Content starts

import { requireUser } from '$lib/server/auth/require-actor';
import { respond } from '$lib/server/respond';
import { listSkills } from '$lib/server/services/progress/list-skills';
import type { PageServerLoad } from './$types';

export const load: PageServerLoad = async (event) => {
	const actor = requireUser(event);
	return { courses: await respond(() => listSkills(actor, new Date())) };
};
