import { acknowledgementRequest } from '$lib/schemas/sweep-stream';
import { requireActor } from '$lib/server/auth/require-actor';
import { readId } from '$lib/server/read-id';
import { readJson } from '$lib/server/read-json';
import { respondJson } from '$lib/server/respond';
import { acknowledgeRows } from '$lib/server/services/attempts/acknowledge-rows';
import type { RequestHandler } from './$types';

export const POST: RequestHandler = ({ locals, params, request }) =>
	respondJson(async () => {
		const actor = requireActor(locals);
		const attemptId = readId(params.id, 'attempt');
		return acknowledgeRows(actor, attemptId, await readJson(request, acknowledgementRequest));
	});
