import { DomainError } from './errors';

/** Forms here are short. */
const MOST_FORM_BYTES = 256 * 1024;

/** The fields of a form that was sent, the last of each name. Throws DomainError `malformed` if there is no form, or one too long. */
export async function readForm(request: Request): Promise<Record<string, FormDataEntryValue>> {
	if (Number(request.headers.get('content-length') ?? 0) > MOST_FORM_BYTES)
		throw new DomainError('malformed', 'The form is longer than 256 kB.');
	try {
		return Object.fromEntries(await request.formData());
	} catch (cause) {
		// What the platform throws for a body of another type, or one that breaks off.
		if (!(cause instanceof TypeError)) throw cause;
		throw new DomainError('malformed', 'A form was expected.');
	}
}
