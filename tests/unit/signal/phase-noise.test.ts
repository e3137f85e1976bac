import fc from 'fast-check';
import { describe, expect, it } from 'vitest';
import { integratedPhaseNoise, phaseNoiseAt, phaseNoiseIntegral } from '$lib/server/bench/signal/phase-noise';

const points = [
	{ offsetHz: 1e3, dbcPerHz: -80 },
	{ offsetHz: 1e4, dbcPerHz: -90 },
	{ offsetHz: 1e5, dbcPerHz: -120 }
];
const db = (offsetHz: number) => 10 * Math.log10(phaseNoiseAt(points, offsetHz));

describe('phaseNoiseAt(points, offsetHz)', () => {
	it.each([
		[0, -80],
		[500, -80],
		[1e3, -80],
		[10 ** 3.5, -85],
		[1e4, -90],
		[10 ** 4.5, -105],
		[1e5, -120],
		[9.9e5, -120]
	])('at %f Hz is %f dBc/Hz: level, straight over log offset, level again', (offsetHz, dbc) =>
		expect(db(offsetHz)).toBeCloseTo(dbc, 9)
	);
	it('is nothing beyond ten times the last offset', () => expect(phaseNoiseAt(points, 1.0001e6)).toBe(0));
});

describe('phaseNoiseIntegral(points)', () => {
	it('rises by L times the step, whatever the slopes (−10 dB a decade included)', () => {
		const table = fc
			.array(
				fc.tuple(
					fc.double({ min: 1.2, max: 30, noNaN: true }),
					fc.double({ min: -150, max: -60, noNaN: true })
				),
				{
					minLength: 1,
					maxLength: 6
				}
			)
			.map((steps) => {
				let offsetHz = 100;
				return steps.map(([ratio, dbcPerHz]) => ({ offsetHz: (offsetHz *= ratio), dbcPerHz }));
			});
		fc.assert(
			fc.property(table, fc.double({ min: 1, max: 7, noNaN: true }), (random, decades) => {
				const f = 10 ** decades;
				const edges = [...random.map((p) => p.offsetHz), 10 * random[random.length - 1].offsetHz];
				fc.pre(edges.every((edge) => Math.abs(f / edge - 1) > 2e-4));
				const integral = phaseNoiseIntegral(random);
				const mean = (integral(f * (1 + 1e-4)) - integral(f * (1 - 1e-4))) / (2e-4 * f);
				expect(Math.abs(mean - phaseNoiseAt(random, f))).toBeLessThanOrEqual(
					1e-4 * phaseNoiseAt(random, f) + 1e-10 * (integral(Infinity) / f)
				);
			})
		);
		const tenPerDecade = phaseNoiseIntegral(points.slice(0, 2));
		expect(tenPerDecade(1e4) - tenPerDecade(1e3)).toBeCloseTo(1e-8 * 1e3 * Math.log(10), 12);
	});
	it('stops where L stops', () => {
		const integral = phaseNoiseIntegral(points);
		expect(integral(1e9)).toBe(integral(1e6));
		expect(integral(0)).toBe(0);
	});
});

describe('integratedPhaseNoise(points, field?)', () => {
	it('refuses more than 0.1 rad² by the name of the field, and takes a little less', () => {
		const flat = (dbcPerHz: number) => [{ offsetHz: 1e3, dbcPerHz }];
		// 2·10⁴ Hz times L: −53.01 dBc/Hz makes 0.1.
		expect(integratedPhaseNoise(flat(-53.02))).toBeCloseTo(0.0998, 4);
		expect(() => integratedPhaseNoise(flat(-53), 'scene.emitters.2.phaseNoise')).toThrow(
			expect.objectContaining({
				field: 'scene.emitters.2.phaseNoise',
				message: expect.stringContaining('0.1')
			})
		);
	});
});
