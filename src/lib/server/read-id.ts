import { DomainError } from './errors';

/**
 * An id out of a URL: a whole number from 1.
 * @param what it is the id of, in words
 * Throws DomainError `not_found` for anything else, as for an id that nothing has.
 */
export function readId(text: string, what: string): number {
	const id = /^[1-9]\d{0,15}$/.test(text) ? Number(text) : NaN;
	if (!Number.isSafeInteger(id)) throw new DomainError('not_found', `There is no such ${what}.`);
	return id;
}
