import { answersRequest } from '$lib/schemas/attempt';
import { requireActor } from '$lib/server/auth/require-actor';
import { readId } from '$lib/server/read-id';
import { readJson } from '$lib/server/read-json';
import { respondJson } from '$lib/server/respond';
import { handIn } from '$lib/server/services/attempts/hand-in';
import type { RequestHandler } from './$types';

export const POST: RequestHandler = ({ locals, params, request }) =>
	respondJson(async () => {
		const actor = requireActor(locals);
		const attemptId = readId(params.id, 'attempt');
		return handIn(actor, attemptId, await readJson(request, answersRequest), new Date());
	});
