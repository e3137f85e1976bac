import type { z } from 'zod';
import { DomainError } from './errors';

/** Little JSON that the site asks for comes near this. */
const MAX_BODY_BYTES = 64 * 1024;
/** For what holds a whole file of a course. */
export const FILE_BODY_BYTES = 512 * 1024;

/**
 * The request's JSON body, checked against `schema`.
 * Throws DomainError: `malformed` when it isn't JSON, isn't called so or is longer than `maxBytes`, `invalid` with one issue for
 * each field that is wrong.
 */
export async function readJson<S extends z.ZodType>(
	request: Request,
	schema: S,
	maxBytes = MAX_BODY_BYTES
): Promise<z.output<S>> {
	if (!/^application\/json\s*(;|$)/i.test(request.headers.get('content-type') ?? ''))
		throw new DomainError('malformed', 'The body must be JSON, and its content-type application/json.');
	let body: unknown;
	try {
		body = JSON.parse((await readBytes(request, maxBytes)).toString('utf8'));
	} catch (cause) {
		if (!(cause instanceof SyntaxError)) throw cause;
		throw new DomainError('malformed', 'The body must be JSON.');
	}
	return parseWith(schema, body);
}

/** The request's body. Gives up at the limit, whatever length the request claims, so that nobody fills the memory. */
export async function readBytes(request: Request, maxBytes: number): Promise<Buffer> {
	const chunks: Uint8Array[] = [];
	let bytes = 0;
	for await (const chunk of request.body ?? []) {
		bytes += chunk.byteLength;
		if (bytes > maxBytes)
			throw new DomainError('malformed', `The body is longer than ${Math.round(maxBytes / 1024)} kB.`);
		chunks.push(chunk);
	}
	return Buffer.concat(chunks);
}

/** `value` checked against `schema`. Throws DomainError `invalid` with one issue for each field that is wrong. */
export function parseWith<S extends z.ZodType>(schema: S, value: unknown): z.output<S> {
	const parsed = schema.safeParse(value);
	if (parsed.success) return parsed.data;
	const issues = parsed.error.issues.flatMap((issue) =>
		issue.code === 'unrecognized_keys'
			? issue.keys.map((key) => ({
					field: [...issue.path, key].join('.'),
					message: 'nothing of this name is asked for'
				}))
			: [{ field: issue.path.join('.'), message: issue.message }]
	);
	throw new DomainError('invalid', 'Some of what was sent is not right.', { issues });
}
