@pytest.mark.parametrize("shelf", SHELVES)
def test_dump_and_load_are_faithful(shelf, tmp_path, request):
    """dump, load into an empty library, dump again: the same content and the same bytes."""
    library = request.getfixturevalue(shelf)
    library.dump(tmp_path / "first")
    with start_library(tmp_path / "copy.db", "none") as copy:
        counts = copy.load(tmp_path / "first", author="somebody", **REVIEWED)
        assert counts["unchanged"] == counts["revised"] == 0
        copy.dump(tmp_path / "second")
        assert _files_of(tmp_path / "first") == _files_of(tmp_path / "second")
        for compound in library.compounds():
            ours, theirs = library.dossier(compound.key), copy.dossier(compound.key)
            for part in ("correlations", "fixed_points", "datasets", "preferences"):
                assert [(e.record, e.standing, e.standing_note) for e in getattr(ours, part)] == [
                    (e.record, e.standing, e.standing_note) for e in getattr(theirs, part)
                ]
            assert ours.sources == theirs.sources


@pytest.mark.parametrize("shelf", SHELVES)
def test_a_shelf_is_its_own_dump(shelf, tmp_path, request):
    """The packages that come with the program are what dump writes, byte for byte."""
    request.getfixturevalue(shelf).dump(tmp_path / "dump")
    assert _files_of(tmp_path / "dump") == _files_of(find_shelf(shelf))


@pytest.mark.parametrize("shelf", SHELVES)
def test_a_folder_and_a_zip_hold_the_same(shelf, tmp_path, request):
    """A zip holds the files of the folder, has the same bytes each time, and loads."""
    library = request.getfixturevalue(shelf)
    library.dump(tmp_path / "folder")
    library.dump(tmp_path / "one.zip")
    library.dump(tmp_path / "two.zip")
    assert (tmp_path / "one.zip").read_bytes() == (tmp_path / "two.zip").read_bytes()
    with zipfile.ZipFile(tmp_path / "one.zip") as archive:
        assert {name: archive.read(name) for name in archive.namelist()} == _files_of(tmp_path / "folder")
    with start_library(tmp_path / "copy.db", "none") as copy:
        assert copy.load(tmp_path / "one.zip", author="somebody")["change"] == 2


@pytest.mark.parametrize("shelf", SHELVES)
def test_loading_again_adds_nothing(shelf, tmp_path):
    """Loading what is there already, unchanged, records no change."""
    with start_library(tmp_path / "library.db", shelf) as library:
        position = library.position
        counts = library.load(find_shelf(shelf), author="somebody")
        assert (counts["added"], counts["revised"], counts["reviewed"], counts["change"]) == (0, 0, 0, 0)
        assert counts["unchanged"] > 50
        assert library.position == position


def test_a_dry_run_records_nothing(own_path, tmp_path):
    """--dry-run counts what would change and leaves every byte."""
    with open_library(own_path) as library:
        library.dump(tmp_path / "package")
        _edit(tmp_path / "package" / "sources.csv", "span-wagner-1996", "note", "a note")
        before = own_path.read_bytes()
        counts = library.load(tmp_path / "package", author="somebody", dry_run=True)
        assert (counts["revised"], counts["change"]) == (1, 0)
        assert own_path.read_bytes() == before


def _edit(table: Path, key: str, column: str, text: str) -> None:
    rows = list(csv.DictReader(io.StringIO(table.read_text(encoding="utf-8"))))
    for row in rows:
        if row["key"] == key:
            row[column] = text
    with table.open("w", encoding="utf-8", newline="") as stream:
        writer = csv.DictWriter(stream, list(rows[0]), lineterminator="\n")
        writer.writeheader()
        writer.writerows(rows)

Content ends

Every line above that contains the word "mean" should be reported.

▶ **Response to this exercise**
				const mean = (integral(f * (1 + 1e-4)) - integral(f * (1 - 1e-4))) / (2e-4 * f);
				expect(Math.abs(mean - phaseNoiseAt(random, f))).toBeLessThanOrEqual(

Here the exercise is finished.